WHAT YOU HAVE TO DO: Scan the records for "centroid". Show the matching lines.

Stored items
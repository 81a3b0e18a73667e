"""Who makes most of a feature in which lines of the star and of the air meet.

The mixture gives each feature one source. Where lines of two origins stand within one width
both are there, and a feature as deep as the two together fits neither alone. Here their depths
are weighed together: the air's is well known once air mass and water column have been learned
from its other lines, the star's less well, or its line is not in the list at all; what the
feature's depth leaves beside the air's part, and where the centroid stands between the two,
says which is the larger.
"""

from __future__ import annotations

from dataclasses import dataclass, replace

import numpy as np

from .curves import CENTRES
from .entries import RESOLUTION_SHARE
from .mixture import STRENGTH_RANGE, STRENGTH_TAIL, Solution, tailed
from .populations import STELLAR, TELLURIC
from .problem import NOT_SAID
from .unlisted import STRENGTH_BINS

WITHIN = 0.45  # of the FWHM: sigma of the weight of a line beside a feature's centre
ADDING = 0.05  # dex: scatter of the measured depth of a blend about the sum of its parts
NODES, AIR_NODES, SIGMAS = 21, 11, 3.5  # depths tried about the predicted one, and how far
SMALLEST = 0.002  # depth of an unlisted line
SLIGHT = 0.02  # or unless it already has that much of the claim
LEARNED = 12  # of the air's lines: so many make its relation of strength and depth (curves)
FEW = 15  # sure lines that tell a population's width
LEAST = 0.1  # share of the measured depth below which the air does not matter
COMPLETE = 0.5  # of the most often seen: weaker lines are seen where noise or others lift them
STAR_SCATTER = 0.2  # dex: at least, of a star's predicted strengths (oscillator strengths)
AIR_SCATTER = 0.06  # the same for the air's, learned from lines that nothing disturbs
AIR_TAIL = 0.003  # share of the air's lines whose strength is far off
TINY = 1e-300


@dataclass(frozen=True, eq=False)
class Side:
    """The lines of one origin about each of n features, as one.

    m: expected strength, dex, alone; scatter: its sigma; place, sigma: vacuum Angstrom
    there: probability that the list is right about them; 0 where it has none
    reach: what the lines have of the feature over what they have of the depth at its centre
    """

    m: np.ndarray
    scatter: float
    place: np.ndarray
    sigma: np.ndarray
    there: np.ndarray
    reach: np.ndarray

    def take(self, rows) -> Side:
        m, place, sigma, there, reach = (
            column[rows] for column in (self.m, self.place, self.sigma, self.there, self.reach)
        )
        return Side(m, self.scatter, place, sigma, there, reach)


def shared_between(solution: Solution) -> Solution:
    """The marginals of features in which the air matters, weighed again for two sources.

    Those of other populations than star and air keep theirs. A person's words stand. Nothing
    changes where too few of the air's lines are seen to know how deep they are.
    """
    e, f = solution.problem.entries, solution.problem.features
    kind = e.population[solution.entry]
    if float(np.sum(solution.probability[kind == TELLURIC])) < LEARNED:
        return solution
    air, star = _side(solution, TELLURIC), _side(solution, STELLAR)
    rows = np.isfinite(f.strength) & (f.sign > 0) & (air.there > 0)
    rows &= (air.m > f.strength + np.log10(LEAST)) | (_held(solution, TELLURIC) > SLIGHT)
    if solution.problem.said is not None:
        rows &= solution.problem.said == NOT_SAID
    rows = np.nonzero(rows)[0]
    if len(rows) == 0:
        return solution
    shares = _shares(_seen(solution, rows), air.take(rows), star.take(rows))
    return _with(solution, rows, shares)


def _held(solution: Solution, population: int):
    """P(f,) that a population's line made the feature."""
    mine = solution.problem.entries.population[solution.entry] == population
    return np.bincount(solution.feature, solution.probability * mine, len(solution.problem.features))


def _side(solution: Solution, population: int) -> Side:
    """What one population's lines would make at every feature (f,)."""
    e, f = solution.problem.entries, solution.problem.features
    pairs = np.nonzero(e.population[solution.entry] == population)[0]
    feature, entry, count = solution.feature[pairs], solution.entry[pairs], len(f)
    curve, relation = solution.state.detection[population], solution.state.relation[population]
    depth = depth_of(alone(relation, curve, solution.strength[entry])) * unclaimed(solution, pairs)
    apart = f.wave[feature] - e.wave[entry]
    own = WITHIN * _line_width(solution, pairs) * f.wave[feature]
    part = -np.log1p(-np.clip(depth * np.exp(-0.5 * (apart / own) ** 2), 0.0, 0.99))
    near = depth * weight_beside(solution, pairs)
    total = np.bincount(feature, part, count)
    safe = np.maximum(total, 1e-9)
    place = np.bincount(feature, part * e.wave[entry], count) / safe
    sigma = np.bincount(feature, part * solution.sigma[pairs], count) / safe
    whole = 1.0 - np.exp(-total)
    there = np.where(whole > 1e-4, float(curve.value[-1]), 0.0)
    scatter = max(STAR_SCATTER, relation.scatter) if population == STELLAR else _spread(solution, pairs)
    return Side(
        logit(np.clip(whole, 1e-4, 0.99)), scatter, place, np.maximum(sigma, 1e-3), there,
        np.bincount(feature, near, count) / np.maximum(whole, 1e-9),
    )


def _line_width(solution: Solution, pairs) -> float:
    """Typical FWHM over wavelength of a population's lines, from its surest pairs."""
    f, e = solution.problem.features, solution.problem.entries
    narrow = float(np.median(solution.problem.group_half_width / e.wave)) / RESOLUTION_SHARE
    sure = solution.feature[pairs[solution.probability[pairs] > 0.9]]
    width = (f.fwhm / f.wave)[sure]
    width = width[np.isfinite(width)]
    return max(narrow, float(np.median(width))) if len(width) >= FEW else narrow


def weight_beside(solution: Solution, pairs):
    """How far each pair's line reaches into its feature, 0-1."""
    f, e = solution.problem.features, solution.problem.entries
    feature, entry = solution.feature[pairs], solution.entry[pairs]
    width = WITHIN * np.nan_to_num(f.fwhm[feature]) + 1e-3
    return np.exp(-0.5 * ((f.wave[feature] - e.wave[entry]) / width) ** 2)


def unclaimed(solution: Solution, pairs):
    """Probability that no other feature is made by each pair's line."""
    seen = np.bincount(solution.entry, solution.probability, len(solution.problem.entries))
    elsewhere = seen[solution.entry[pairs]] - solution.probability[pairs]
    return 1.0 - np.clip(elsewhere, 0.0, 1.0)


def alone(relation, curve, strength):
    """Expected strength m of lines alone, however weak: those that hardly show grow in
    proportion to their opacity."""
    low = float(CENTRES[int(np.argmax(curve.value >= COMPLETE * curve.value[-1]))])
    return relation(np.maximum(strength, low)) + np.minimum(strength - low, 0.0)


def _spread(solution: Solution, pairs) -> float:
    """Scatter (dex) of the depths of well-seen lines that nothing disturbs."""
    entry, m = solution.entry[pairs], solution.problem.features.strength[solution.feature[pairs]]
    kind = int(solution.problem.entries.population[entry[0]]) if len(entry) else TELLURIC
    curve, relation = solution.state.detection[kind], solution.state.relation[kind]
    total = solution.groups.total[entry]
    sure = (solution.probability[pairs] > 0.9) & np.isfinite(m)
    sure &= curve(total) > COMPLETE * curve.value[-1]
    if np.sum(sure) < 10:
        return relation.scatter
    return max(1.4826 * float(np.median(np.abs(m[sure] - relation(total[sure])))), AIR_SCATTER)


@dataclass(frozen=True, eq=False)
class Seen:
    """Measured strength m with its error, place, half width (Angstrom) of n features, and the
    density of unlisted ones there: per Angstrom, and per dex over STRENGTH_BINS; shows: chance
    that what is so strong is seen at all, which the density of unlisted ones has in it."""

    m: np.ndarray
    error: np.ndarray
    place: np.ndarray
    half: np.ndarray
    density: np.ndarray
    strengths: np.ndarray
    shows: np.ndarray

    def unlisted(self, m):
        """Density per Angstrom and dex of unlisted features of strengths m (n, ...)."""
        index = np.clip(np.digitize(m, STRENGTH_BINS) - 1, 0, len(STRENGTH_BINS) - 2)
        each = self.density.reshape(-1, *[1] * (np.ndim(m) - 1))
        return each * self.strengths[index]


def _seen(solution: Solution, rows) -> Seen:
    f, null = solution.problem.features, solution.state.null
    crowd = solution.problem.crowd
    density = null.density[0] * (np.ones(len(rows)) if crowd is None else crowd[rows])
    return Seen(
        f.strength[rows],
        np.hypot(np.nan_to_num(f.strength_err[rows]), ADDING),
        f.wave[rows],
        WITHIN * np.nan_to_num(f.fwhm[rows]) + 1e-3,
        density,
        null.strengths[0],
        _chance_to_show(solution, f.strength[rows]),
    )


def _chance_to_show(solution: Solution, m):
    """P(a feature of strength m is seen), from how often the air's lines so strong are."""
    curve, relation = solution.state.detection[TELLURIC], solution.state.relation[TELLURIC]
    return np.interp(m, relation.value, curve.value / curve.value[-1])


def _shares(seen: Seen, air: Side, star: Side):
    """(n, 3) probabilities that the air, the star's listed lines, or neither is the main
    contributor of each feature."""
    both_air, both_star = _together(seen, air, star)
    more_air, more_other = _with_unlisted(seen, air)
    air_only = air.there * (1.0 - star.there)
    star_only = (1.0 - air.there) * star.there
    both, neither = air.there * star.there, (1.0 - air.there) * (1.0 - star.there)
    out = np.column_stack((
        seen.shows * (both * both_air + air_only * _alone(seen, air, AIR_TAIL)) + air_only * more_air,
        seen.shows * (both * both_star + star_only * _alone(seen, star, STRENGTH_TAIL)),
        air_only * more_other + neither * seen.unlisted(seen.m),
    ))
    return out / np.maximum(out.sum(axis=1, keepdims=True), TINY)


def _together(seen: Seen, air: Side, star: Side):
    """Likelihoods (n,) of both making the feature, the air more of it, and the star."""
    (a_m, a_w), (s_m, s_w) = _nodes(air, AIR_TAIL, AIR_NODES), _nodes(star, STRENGTH_TAIL, NODES)
    a, s = depth_of(a_m)[:, :, None], depth_of(s_m)[:, None, :]
    part = a / (a + s)
    centre = star.place[:, None, None] + part * (air.place - star.place)[:, None, None]
    sigma = star.sigma[:, None, None] + part * (air.sigma - star.sigma)[:, None, None]
    z = (seen.m[:, None, None] - logit(1.0 - (1.0 - a) * (1.0 - s))) / seen.error[:, None, None]
    likely = a_w * s_w[:, None, :, 0] * np.exp(-0.5 * z * z) * tailed(seen.place[:, None, None] - centre, sigma)
    likely = likely / (seen.error * np.sqrt(2 * np.pi))[:, None, None]
    larger = a * air.reach[:, None, None] > s * star.reach[:, None, None]
    mine = np.sum(likely * larger, axis=(1, 2))
    return mine, np.sum(likely, axis=(1, 2)) - mine


def _with_unlisted(seen: Seen, air: Side):
    """Likelihoods (n,) of the air and an unlisted line together, either making more of it.

    What the air leaves of the depth D is the other's, u; dm_u/dm = D/u, and a place of the
    centroid leaves the other (a + u)/u as much room, within the feature.
    """
    m, weight = _nodes(air, AIR_TAIL, NODES)
    a, d = depth_of(m), depth_of(seen.m)[:, None]
    weight = weight[:, :, 0]
    u = np.clip(1.0 - (1.0 - d) / (1.0 - a), SMALLEST, 0.99)
    room = (1.0 + a / u) * (np.abs(seen.place - air.place)[:, None] * (1.0 + a / u) < seen.half[:, None])
    likely = weight * room * seen.unlisted(logit(u)) * (d / u) * (d > a)
    larger = a * air.reach[:, None] > u
    return np.sum(likely * larger, axis=1), np.sum(likely * ~larger, axis=1)


def _alone(seen: Seen, side: Side, tail: float):
    """Likelihood (n,) of one side making the feature by itself."""
    m, weight = _nodes(side, tail, NODES)
    z = (seen.m[:, None] - m) / seen.error[:, None]
    likely = np.sum(weight[:, :, 0] * np.exp(-0.5 * z * z), axis=1)
    likely = likely / (seen.error * np.sqrt(2 * np.pi))
    return likely * tailed(seen.place - side.place, side.sigma)


def _nodes(side: Side, tail: float, count: int):
    """Strengths (n, count) about the expected one, and their prior weights (1, count, 1)."""
    z = np.linspace(-SIGMAS, SIGMAS, count)
    weight = (1 - tail) * np.exp(-0.5 * z * z) / np.sqrt(2 * np.pi)
    weight += tail * side.scatter / STRENGTH_RANGE
    return side.m[:, None] + side.scatter * z, (weight / weight.sum())[None, :, None]


def _with(solution: Solution, rows, shares) -> Solution:
    """The solution with air, star and unlisted of these features sharing what other
    populations leave; within each as the mixture had it."""
    e, count = solution.problem.entries, len(solution.problem.features)
    kind = e.population[solution.entry]
    here = np.zeros(count, dtype=bool)
    here[rows] = True
    probability, unlisted = solution.probability.copy(), solution.unlisted.copy()
    left = np.zeros(count)
    mine = np.isin(kind, (TELLURIC, STELLAR)) & here[solution.feature]
    other = np.bincount(solution.feature, np.where(mine, 0.0, probability), count)
    left[rows] = np.clip(1.0 - other[rows], 0.0, 1.0)
    shares = _as_before(solution, rows, shares)
    unlisted[rows] = left[rows] * shares[:, 2]
    for column, population in enumerate((TELLURIC, STELLAR)):
        pairs = np.nonzero(mine & (kind == population))[0]
        part = probability[pairs] + 1e-6 * weight_beside(solution, pairs) + 1e-12
        whole = np.bincount(solution.feature[pairs], part, count)
        given = np.zeros(count)
        given[rows] = left[rows] * shares[:, column]
        feature = solution.feature[pairs]
        probability[pairs] = part / whole[feature] * given[feature]
    odds = log_odds(solution.feature, probability, unlisted)
    between = odds - log_odds(solution.feature, solution.probability, solution.unlisted)
    between = np.where(here[solution.feature], between, 0.0)
    return replace(solution, probability=probability, unlisted=unlisted, between=between)


def _as_before(solution: Solution, rows, shares):
    """The shares, with star and unlisted sharing what the air leaves as the mixture had it,
    the more the less it gave the air."""
    air, star = (_held(solution, k)[rows] for k in (TELLURIC, STELLAR))
    before = star / np.maximum(star + solution.unlisted[rows], TINY)
    rest = 1.0 - shares[:, 0]
    now = shares[:, 1] / np.maximum(rest, TINY)
    listed = rest * (air * now + (1.0 - air) * before)
    return np.column_stack((shares[:, 0], listed, rest - listed))


def log_odds(feature, probability, unlisted):
    """ln of P(pair)/P(no listed line) of each pair (p,)."""
    return np.log(np.maximum(probability, TINY)) - np.log(np.maximum(unlisted[feature], TINY))


def logit(depth):
    return np.log10(depth / (1.0 - depth))


def depth_of(m):
    return 1.0 / (1.0 + 10.0 ** (-np.asarray(m)))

REPLY:
feature's depth leaves beside the air's part, and where the centroid stands between the two,
    centroid leaves the other (a + u)/u as much room, within the feature.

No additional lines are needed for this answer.